A patent may be obtained for any new and useful process, machine, manufacture, or composition of matter, or any new and useful improvement thereof. 35 U.S.C.S. § 101. The United States Supreme Court has long held that this provision contains an important implicit exception: laws of nature, natural phenomena, and abstract ideas are not patentable. The Supreme Court has also consistently held that § 101 provides a basis for a patentability/validity determination that is independent of—and on an equal footing with—any other statutory patentability provision. Courts may therefore dispose of patent-infringement claims under § 101 whenever procedurally appropriate. In Mayo Collaborative Servs. v. Prometheus Labs., Inc., the Supreme Court set forth a two-step analytical framework to identify patents that, in essence, claim nothing more than abstract ideas. The Supreme Court discussed that test in Alice Corp. Pty. Ltd. v.

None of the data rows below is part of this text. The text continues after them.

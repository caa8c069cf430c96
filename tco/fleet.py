"""Many routes sharing one depot: which routes to electrify first, how many chargers the
depot needs, and fleet totals per year.

A **fleet file** (CSV or XLSX) has one row per vehicle or route; each row points to a duty
cycle and names the truck on it today (``current``) and its replacement candidate
(``candidate``) from the trucks of a **base scenario** (a scenario TOML whose trucks,
finance, prices, depot, emissions and ambient conditions apply to every row).

Columns (header units in brackets, read by pint; the unit shown is the default):

==================== ========== ===========================================================
column               required   meaning
==================== ========== ===========================================================
``vehicle``          yes        id, unique in the file
``cycle``            yes        a trace (``.csv``/``.gpx``) or a scenario ``.toml`` whose
                                route (legs, segments) is used; relative to the fleet file
``current``          yes        truck name in the base scenario
``candidate``        yes        truck name in the base scenario
``route``            no         a label for the report
``annual_distance``  no [km]    distance per year; sets the trips per day (default: the
                                cycle's own trips per day, 1 for a trace)
``payload``          no [t]     payload on the loaded legs (default: the cycle's; 0 for a
                                trace)
``days_per_year``    no         operating days (default: the cycle's or the base's)
``arrive``           no         clock time back at the depot, ``HH:MM`` (default: the base
                                depot's charging start hour)
``depart``           no         clock time leaving the depot (default: the base depot's
                                charging end hour)
``age``              no [yr]    age of the current truck today (transition plan)
``replacement_year`` no         calendar year the current truck is due to be replaced
                                (transition plan; default: when it reaches the plan's
                                service life)
``resale_value``     no         what the current truck would sell for today, in the base
                                scenario's currency (default: its price × its residual
                                share at its age)
==================== ========== ===========================================================
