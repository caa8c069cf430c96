"""Yearly cash flows of buying (or leasing) and running each truck, and the finance metrics.

The purchase case: for every truck, one cost line per item — purchase, incentives,
financing, depot charging, energy, running costs, battery replacement, end-of-life value
and, optionally, taxes — by year 0..N (year 0 = purchase, year y = end of year y), then
the present value, the levelized cost per km and per mile, each truck's difference from
the baseline truck, the payback, the IRR of the extra investment and break-even values.

How to call it
--------------
The model does not need the whole scenario, only its money sections and the yearly
physical quantities per truck::

    inputs = CostInputs(
        finance=scenario.finance, prices=scenario.prices, depot=scenario.depot,
        trucks=[TruckSpec(t.name, t.powertrain, t.costs) for t in scenario.trucks],
        operations=annual_operations,            # list[AnnualOperation], same order
        days_per_year=scenario.route.days_per_year,
        trips_per_day=scenario.route.trips_per_day,
    )
    result = evaluate(inputs)                    # scalar case: table, metrics, break-evens
    summary["cashflow"] = cashflow_summary(result)   # tco.report.summary_sections

    # uncertainty: every float input may be an array of draws
    params = flat_params(inputs)                 # {"prices.diesel": 1650.0, ...}  (SI)
    flows = compute(inputs, overrides={"prices.diesel": draws_a, "route.days_per_year": d},
                    params=params, totals_only=True)
    pv = flows.present_value(0)                  # shape (n_draws,)
    yearly = flows.total(0)                      # shape (n_draws, N + 1)

    # Monte Carlo: only each truck's net cost by year and its distance
    totals = compute_totals(inputs, overrides, params)
    totals.total_by_year[0]                      # shape (N + 1, n_draws), years first
    tco.finance.compare_costs(totals.flows[0], totals.flows[1], totals.discount_rate)

Conventions
-----------
* Amounts are costs: positive = money out, negative = money in (grant, loan received,
  residual value, tax savings). Each year's total is the net cash out.
* Every price is today's (year 0) price, and one price index serves every flow: an amount
  booked at the end of year y — a running cost of year y or a one-off bought then (a
  battery, a charger) — is priced at ``price × (1 + e)^y``. The same index, with the
  inflation rate, deflates the real money basis, so a price that does not change in real
  terms is the same real amount in every year.
* Physical quantities are those of :class:`~tco.operation.AnnualOperation`, scaled by
  ``days_per_year / operating_days`` and by ``trips_per_day`` over the operation's own
  ``(trips - extra_trips) / operating_days``, so that the annual distance can be varied
  through ``route.days_per_year`` (linearly: the day's duty and charging are assumed to
  still fit). Peak charging power, trip duration and battery data are not scaled.
* Money basis ``"real"``: the escalations and the discount rate given are real; they are
  turned nominal with the inflation rate, all flows are worked out in nominal money (loan
  and lease payments, tax credit, depreciation and residual shares of the price paid are
  fixed in money terms), and then every flow of year y is divided by (1 + inflation)^y. So
  a real case and the nominal case with the Fisher-converted rates give the same present
  value.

CLS Bank International, where it stated that a court must first determine whether the claims at issue are directed to a patent-ineligible concept. If so, the court must then consider the elements of each claim both individually and "as an ordered combination" to determine whether the additional elements transform the nature of the claim into a patent-eligible application.

Facts:

The '606 patent was filed in March 1997. According to the '606 patent, filtering software was first placed on local computers. Although the filtering software worked for its intended purpose, there were logistical problems with locating a tool for filtering Internet content on each local computer. The '606 patent described its invention as combining the advantages of the then-known filtering tools while avoiding their drawbacks. And, unlike the filtering tools that existed on local servers and remote Internet Service Providers (ISPs) servers at the time, the claimed filtering tool retained the advantage of a filtering tool that was located on each local computer. The claimed invention was able to provide individually customizable filtering at the remote ISP server by taking advantage of the technical capability of certain communication networks. The '606 patent described its filtering system as a novel advance over prior art computer filters, in that no one had previously provided customized filters at a remote server. Plaintiff Bascom Global Internet Services, Inc sued AT&T Inc. for patent infringement, added AT&T Mobility LLC and AT&T Corp., as defendants, and then dismissed AT&T Inc. from the case. Defendant moved to dismiss the plaintiff’s complaint under FRCP 12(b)(6), on the basis that each claim of the '606 patent was invalid under 35 U.S.C. § 101. Defendant argued, among others, that the claims were directed to the abstract idea of filtering content, filtering Internet content, or determining who gets to see what, each of which was a well-known method of organizing human activity like the intermediated settlement concept that was held to be an abstract idea. Plaintiff argued that the claims were not direct abstract ideas because they address a problem arising in the realm of computer networks, and provide a solution entirely rooted in computer technology. The district court agreed with the defendant and found that the claims were directed to the abstract idea of filtering content. Plaintiff appealed. 

Issue:

Did the district court err in dismissing the plaintiff’s patent infringement complaint?

Answer:

Yes.

Conclusion:

The appellate court vacated the district court’s dismissing the complaint and remanded the case for further proceedings. The court found that the district court erred when it found that plaintiff’s action alleging that the defendant infringed U.S. Patent No. 5,987,606 had to be dismissed because the '606 patent was invalid under 35 U.S.C.S. § 101. The court ruled that the '606 patent, which described a system for filtering content that was on the Internet, did not attempt to patent an abstract concept, but instead, the patent provided a solution for filtering content by installing a filter on an Internet service provider's servers in a way that provided individually customizable filtering by taking advantage of the technical capabilities of certain communication networks to avoid existing drawbacks such as modification by computer literate end-users, installation on individual end-user hardware and operating systems, and the need to rely on local area networks or a local server platform.